Roller Coaster Physics – Design and build virtual and physical roller coasters to explore energy in motion To better understand potential energy, kinetic energy, speed, friction, fractions, and percentages, students participate in a digital to physical roller coaster creation sandbox. Students first design and create their own fun and exciting virtual roller coaster using the game Jason Coaster Creator. This helps them develop a better understanding of the three energy types: kinetic, potential, and dissipated energies.
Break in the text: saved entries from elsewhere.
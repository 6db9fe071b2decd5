//! flowrise command-line entry point (the GUI arrives with the canvas issue).

fn main() {
    println!("flowrise {}", env!("CARGO_PKG_VERSION"));
    println!("usage: flowrise <command> [options]   (commands arrive with the network issue)");
}
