/// Every number of an emitter and pipe result (and the pump's, the link
/// flows and node pressures) must be finite.
fn assert_finite_solution(sol: &Solution, what: &str) {
    for e in &sol.emitters {
        let xs = [
            ("load_w", e.load_w),
            ("room_c", e.room_c),
            ("supply_c", e.supply_c),
            ("design_return_c", e.design_return_c),
            ("design_flow_kg_s", e.design_flow_kg_s),
            ("design_flow_l_h", e.design_flow_l_h),
            ("design_output_w", e.design_output_w),
            ("circuit_dp_open_pa", e.circuit_dp_open_pa),
            ("circuit_rest_pa", e.circuit_rest_pa),
            ("valve_dp_pa", e.valve_dp_pa),
            ("kv_needed_m3_h", e.kv_needed_m3_h),
            ("valve_kv_m3_h", e.valve_kv_m3_h),
            ("authority", e.authority),
            ("presetting_flow_error", e.presetting_flow_error),
            ("flow_kg_s", e.flow_kg_s),
            ("flow_l_h", e.flow_l_h),
            ("return_c", e.return_c),
            ("output_w", e.output_w),
            ("flow_deviation", e.flow_deviation),
        ];
        for (name, v) in xs {
            assert!(v.is_finite(), "{what}: emitter {} {name} = {v}", e.id);
        }
    }
    for p in &sol.pipes {
        let xs = [
            ("length_m", p.length_m),
            ("inner_mm", p.inner_mm),
            ("zeta", p.zeta),
            ("temperature_c", p.temperature_c),
            ("design_flow_kg_s", p.design_flow_kg_s),
            ("flow_kg_s", p.flow_kg_s),
            ("flow_l_h", p.flow_l_h),
            ("velocity_m_s", p.velocity_m_s),
            ("velocity_limit_m_s", p.velocity_limit_m_s),
            ("gradient_pa_m", p.gradient_pa_m),
            ("dp_pa", p.dp_pa),
        ];
        for (name, v) in xs {
            assert!(v.is_finite(), "{what}: pipe {} {:?} {name} = {v}", p.run, p.side);
        }
    }
    if let Some(pump) = &sol.pump {
        let xs = [
            ("design_flow_kg_s", pump.design_flow_kg_s),
            ("design_flow_m3_h", pump.design_flow_m3_h),
            ("index_dp_pa", pump.index_dp_pa),
            ("duty_head_pa", pump.duty_head_pa),
            ("available_pa", pump.available_pa),
            ("operating_flow_m3_h", pump.operating_flow_m3_h),
            ("operating_head_pa", pump.operating_head_pa),
            ("hydraulic_power_w", pump.hydraulic_power_w),
        ];
        for (name, v) in xs {
            assert!(v.is_finite(), "{what}: pump {name} = {v}");
        }
    }
    assert!(sol.heat_load_w.is_finite() && sol.water_volume_l.is_finite(), "{what}: totals not finite");
    for (k, q) in sol.link_flows_kg_s.iter().enumerate() {
        assert!(q.is_finite(), "{what}: link {k} flow {q}");
    }
    for (k, p) in sol.node_pressures_pa.iter().enumerate() {
        assert!(p.is_finite(), "{what}: node {k} pressure {p}");
    }
}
After a class discussion where teachers use formative assessment and clarify any major misconceptions about the energies, students transition into the physical roller coaster build. This provides a contextualized place for them to apply their knowledge, while helping them develop skills such as systems thinking, problem solving, collaboration, and creativity.
ThermBot Wave Blaster – Energize your understanding of wave properties and the electromagnetic spectrum Students learn about different thermal energy concepts by playing through various levels of ThermBot, a digital science simulation game. Through gameplay students explore radiation waves and their properties such as medium, length, and frequency. They also learn how the electromagnetic (EM) spectrum can be associated with everyday objects such as a human, cat, bunsen burner, or nuclear bomb since each object emits different waves that correspond with their thermal energy, which is their natural radiation or temperature.
Caesar Cipher Alternative Reality Game (ARG) – Engage in an elaborate puzzle game as you explore ciphers and linguistics This module brings an alternative reality into the classroom using a puzzle component known as a cipher. These tools were used to transmit secret information, one example being in Roman times when generals wanted to convey messages on the battleground. A strip would carry specific letters and symbols on it and the general would have a staff with a certain circumference. When he wrapped the strip around his staff, a secret message would appear. Students must recreate this process to decode a message, which they then enter into a website. Then the website will unlock something, serving as an introduction to our whole alternate reality game. Each next move unlocks a new piece of the game. This puzzle exploration game ignites the imagination and leads students through language, linguistics, and code systems that humans have used over time.